■ About this exercise: The output should be all entries, each matching the original exactly.

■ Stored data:
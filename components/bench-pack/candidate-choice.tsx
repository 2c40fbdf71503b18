"use client";

import { StrategyLabel } from "@/components/charts/strategy-label";
import { CheckboxLine } from "@/components/ui/checkbox";
import { FieldSet } from "@/components/ui/field";
import type { RankingEntry } from "@/lib/advice/advice";
import { formatRatio, formatSeconds } from "@/lib/shared/format";
import type { StrategyId } from "@/lib/shared/strategy-ids";

type CandidateChoiceProps = { entries: readonly RankingEntry[]; chosen: ReadonlySet<StrategyId>; onChange: (chosen: Set<StrategyId>) => void };

/** Which strategies a bench pack tries. */
export function CandidateChoice({ entries, chosen, onChange }: CandidateChoiceProps) {
  function toggle(strategy: StrategyId, wanted: boolean): void {
    const next = new Set(chosen);
    if (wanted) next.add(strategy);
    else next.delete(strategy);
    onChange(next);
  }
  return (
    <FieldSet legend="Candidates" help="They run in this order. Two are enough to make the case count for the hit rate best.">
      {entries.map((entry) => (
        <CheckboxLine
          key={entry.strategy}
          label={<StrategyLabel strategy={entry.strategy} />}
          help={`${entry.relativeTime === null ? "not ranked" : `${formatRatio(entry.relativeTime)} the time of the first`}, ${formatSeconds(entry.estimate.totalSeconds.median)} predicted`}
          checked={chosen.has(entry.strategy)}
          onCheckedChange={(checked) => toggle(entry.strategy, checked === true)}
        />
      ))}
    </FieldSet>
  );
}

■ Answer to this problem:
filename components/bench-pack/candidate-choice.tsx
repository 2c40fbdf71503b18
"use client";

import { StrategyLabel } from "@/components/charts/strategy-label";
import { CheckboxLine } from "@/components/ui/checkbox";
import { FieldSet } from "@/components/ui/field";
import type { RankingEntry } from "@/lib/advice/advice";
import { formatRatio, formatSeconds } from "@/lib/shared/format";
import type { StrategyId } from "@/lib/shared/strategy-ids";

type CandidateChoiceProps = { entries: readonly RankingEntry[]; chosen: ReadonlySet<StrategyId>; onChange: (chosen: Set<StrategyId>) => void };

/** Which strategies a bench pack tries. */
export function CandidateChoice({ entries, chosen, onChange }: CandidateChoiceProps) {
  function toggle(strategy: StrategyId, wanted: boolean): void {
    const next = new Set(chosen);
    if (wanted) next.add(strategy);
    else next.delete(strategy);
    onChange(next);
  }
  return (
    <FieldSet legend="Candidates" help="They run in this order. Two are enough to make the case count for the hit rate best.">
      {entries.map((entry) => (
        <CheckboxLine
          key={entry.strategy}
          label={<StrategyLabel strategy={entry.strategy} />}
          help={`${entry.relativeTime === null ? "not ranked" : `${formatRatio(entry.relativeTime)} the time of the first`}, ${formatSeconds(entry.estimate.totalSeconds.median)} predicted`}
          checked={chosen.has(entry.strategy)}
          onCheckedChange={(checked) => toggle(entry.strategy, checked === true)}
        />
      ))}
    </FieldSet>
  );
}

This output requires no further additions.